• _Exercise prompt_
The answer must be a single number: how many lines in the records below contain the word "classes".

Collected data entries
# # # #

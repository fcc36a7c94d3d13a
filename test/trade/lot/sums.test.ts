import fc from 'fast-check';
import { describe, expect, it, vi } from 'vitest';
import { decimal } from '../../../src/trade/number/decimal.ts';
import { exact, exactToText, plus, EXACT_ZERO, type Exact } from '../../../src/trade/number/exact.ts';
import { metalIds, type MetalId } from '../../../src/trade/metal/metals.ts';
import type { Scale } from '../../../src/trade/mass/scale.ts';
import { massOf } from '../../../src/trade/mass/weighing.ts';
import { standardUncertainty, sumUncertain, type Uncertain } from '../../../src/trade/uncertainty/uncertain.ts';
import {
	addPiece, addPieces, combinedUncertainty, emptySums, estimateOf, fineInterval, removePiece, type LotSums
} from '../../../src/trade/lot/sums.ts';
import { encodeSums } from '../../../src/trade/lot/sums-stored.ts';
import { estimate, fineOf, netOf, type Piece } from '../../../src/trade/piece/piece.ts';
import { anyPiece, anyTestedPiece, pieceOf } from '../piece/some-pieces.ts';

// a thousand lots take a while on a busy machine
vi.setConfig({ testTimeout: 120_000 });

const scale: Scale = {
	id: 'counter', name: 'Counter', unit: 'g', division: decimal('0.01'), verification: decimal('0.1'), accuracyClass: 'II', checkedOn: null
};

/** Everything in the sums as text, with keys in order: equal text is equal to the last digit. */
function textOf(sums: LotSums): string {
	const sorted = (value: unknown): unknown =>
		value !== null && typeof value === 'object' && !Array.isArray(value)
			? Object.fromEntries(Object.entries(value).sort(([a], [b]) => (a < b ? -1 : 1)).map(([key, each]) => [key, sorted(each)]))
			: value;
	return JSON.stringify(sorted(encodeSums(sums)));
}

const onScale = (piece: Piece): Piece => ({ ...piece, weighing: { ...piece.weighing, scale: scale.id } });
const lot = fc.array(fc.tuple(fc.oneof(anyPiece, anyTestedPiece), fc.boolean()).map(([piece, used]) => (used ? onScale(piece) : piece)), { maxLength: 4 });
const entries = (pieces: readonly Piece[]) => pieces.map((piece, at) => ({ piece, key: `p${at}`, scale }));

describe('the running sums of a lot', () => {
	it('the order of entry changes nothing', () => {
		const shuffled = lot.chain((pieces) =>
			fc.tuple(fc.constant(pieces), fc.shuffledSubarray([...pieces.keys()], { minLength: pieces.length }))
		);
		fc.assert(
			fc.property(shuffled, ([pieces, order]) => {
				const all = entries(pieces);
				expect(textOf(addPieces(emptySums(), order.map((at) => all[at]!)))).toBe(textOf(addPieces(emptySums(), all)));
			}),
			{ numRuns: 1_000 }
		);
	});

	it('removing undoes adding to the last digit', () => {
		fc.assert(
			fc.property(lot, lot, (kept, gone) => {
				const all = entries([...kept, ...gone]);
				let sums = addPieces(emptySums(), all);
				for (const { piece, key } of all.slice(kept.length)) sums = removePiece(sums, piece, key, scale);
				expect(textOf(sums)).toBe(textOf(addPieces(emptySums(), all.slice(0, kept.length))));
			}),
			{ numRuns: 1_000 }
		);
	});

	it('fine mass metal by metal, gross and net are the sums over the pieces', () => {
		fc.assert(
			fc.property(lot, (pieces) => {
				const sums = addPieces(emptySums(), entries(pieces));
				const fine = new Map<MetalId, Exact>();
				let [gross, net] = [EXACT_ZERO, EXACT_ZERO];
				for (const piece of pieces) {
					gross = plus(gross, exact(massOf(piece.weighing).grams));
					net = plus(net, exact(netOf(piece).grams));
					for (const { metal, grams } of fineOf(piece)) fine.set(metal, plus(fine.get(metal) ?? EXACT_ZERO, grams));
				}
				for (const metal of metalIds) {
					expect(exactToText(sums.fine[metal] ?? EXACT_ZERO)).toBe(exactToText(fine.get(metal) ?? EXACT_ZERO));
					const classes = Object.values(sums.byClass).reduce((a, { fine: of }) => plus(a, of[metal] ?? EXACT_ZERO), EXACT_ZERO);
					expect(exactToText(classes)).toBe(exactToText(fine.get(metal) ?? EXACT_ZERO));
				}
				expect([exactToText(exact(sums.gross)), exactToText(exact(sums.net))]).toEqual([exactToText(gross), exactToText(net)]);
				expect(sums.pieces).toBe(pieces.reduce((a, { count }) => a + count, 0));
			}),
			{ numRuns: 1_000 }
		);
	});

	it('the uncertainty is that of all pieces added source by source', () => {
		const some = ['14k chain 12.4g x3', '14k chain 30 g', '925 forks 316.9 g', 'dental Au 625 Pd 180 Ag 120 4.12 g', '18k ring 5.2 g -0.35 g stones'];
		const all = entries(some.map(pieceOf).map(onScale));
		const sums = addPieces(emptySums(), all);
		for (const quantity of ['Au', 'Ag', 'Pd', 'net'] as const) {
			const each = all.map(({ piece, key }) => estimate(piece, key, scale));
			const known = each.map(({ net, fine }): Uncertain | undefined => (quantity === 'net' ? net : fine[quantity]));
			const direct = sumUncertain(known.filter((value) => value !== undefined));
			expect(standardUncertainty(estimateOf(sums, quantity))).toBeCloseTo(standardUncertainty(direct), 7);
			expect(combinedUncertainty(sums, { [quantity]: 1 })).toBeCloseTo(standardUncertainty(direct), 7);
			expect(estimateOf(sums, quantity).value).toBeCloseTo(direct.value, 9);
		}
		// a value of two metals: what one piece does to both at once is not lost
		const valued = all.map(({ piece, key }) => estimate(piece, key, scale).fine).map((fine) => {
			const parts = [fine.Au, fine.Ag].map((metal, at) => (metal === undefined ? [] : [{ metal, weight: at === 0 ? 60 : 0.8 }])).flat();
			return sumUncertain(parts.map(({ metal, weight }) => ({
				value: metal.value * weight,
				contributions: Object.fromEntries(Object.entries(metal.contributions).map(([source, u]) => [source, u * weight]))
			})));
		});
		expect(combinedUncertainty(sums, { Au: 60, Ag: 0.8 })).toBeCloseTo(standardUncertainty(sumUncertain(valued)), 5);
	});

	it('a shared error does not average out', () => {
		const many = Array.from({ length: 40 }, (_, at) => ({ piece: onScale(pieceOf('14k chain 10.00 g')), key: `p${at}`, scale }));
		const [one, forty] = [addPieces(emptySums(), many.slice(0, 1)), addPieces(emptySums(), many)];
		const shared = (sums: LotSums) => estimateOf(sums, 'Au').contributions['class:14 kt|chain|us-modern']!;
		const own = (sums: LotSums) => estimateOf(sums, 'Au').contributions['pieces:Au']!;
		expect(shared(forty) / shared(one)).toBeCloseTo(40, 6);
		expect(own(forty) / own(one)).toBeCloseTo(Math.sqrt(40), 6);
	});

	it('expects what was found of the pieces, and takes what was decided', () => {
		const believed = (mean: number, line = '14k chain 10.00 g'): Piece => ({
			...pieceOf(line),
			evidence: {
				build: null,
				findings: [],
				belief: {
					metal: 'Au', mean, low: mean - 3, median: mean, high: mean + 3, own: 2, shared: { reader: -4 },
					odds: { honest: 1, under: 0, other: 0, layered: 0 }
				},
				taking: null
			}
		});
		const forty = addPieces(emptySums(), Array.from({ length: 40 }, (_, at) => ({ piece: believed(580), key: `p${at}` })));
		// 400 g at 14/24 were taken; at 580 ‰ they hold 232 g
		expect(exactToText(forty.fine.Au!)).toBe('700/3');
		const { value, contributions } = estimateOf(forty, 'Au');
		expect(value).toBeCloseTo(232, 6);
		// one tester read them all: 4 ‰ of 400 g; each piece by itself 2 ‰ of 10 g, and its reading
		expect(contributions['tester:reader']).toBeCloseTo(-1.6, 9);
		expect(contributions['pieces:Au']).toBeCloseTo(Math.sqrt(40) * Math.hypot(0.02, (0.01 / Math.sqrt(12)) * 0.58), 6);
		expect(Object.keys(contributions).some((source) => source.startsWith('class:'))).toBe(false);
		const mixed = addPiece(forty, pieceOf('14k chain 10.00 g'), 'q');
		expect(estimateOf(mixed, 'Au').value).toBeCloseTo(232 + 10 * (14 / 24), 6);
		expect(textOf(removePiece(mixed, pieceOf('14k chain 10.00 g'), 'q'))).toBe(textOf(forty));
	});

	it('a pure function: the sums given are not changed', () => {
		const before = addPiece(emptySums(), pieceOf('14k chain 12.4g'), 'a');
		const text = textOf(before);
		addPiece(before, pieceOf('14k chain 1 g'), 'b');
		removePiece(before, pieceOf('14k chain 12.4g'), 'a');
		expect(textOf(before)).toBe(text);
	});

	it('an interval lies around the sum and never below nothing', () => {
		const sums = addPiece(emptySums(), pieceOf('weighted sterling candlestick 412 g'), 'a');
		const { low, high } = fineInterval(sums, 'Ag', 0.9);
		expect(low > 0 && low < 38.11 && high > 38.11).toBe(true);
		expect(fineInterval(sums, 'Ag', 0.99999).low).toBe(0);
		expect(fineInterval(sums, 'Au', 0.9)).toEqual({ low: 0, high: 0 });
	});

	it('costs the same however many pieces are in it', () => {
		const thousand = Array.from({ length: 1_000 }, (_, at) => ({ piece: pieceOf(at % 2 === 0 ? '14k chain 10.00 g' : '925 fork 50.1 g'), key: `p${at}` }));
		const [few, many] = [addPieces(emptySums(), thousand.slice(0, 10)), addPieces(emptySums(), thousand)];
		const size = (sums: LotSums) => JSON.stringify(encodeSums(sums), (_, value: unknown) => (typeof value === 'string' ? '' : value)).length;
		expect(size(many) - size(few)).toBeLessThan(20);
	});
});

# # # #

• _Response_
2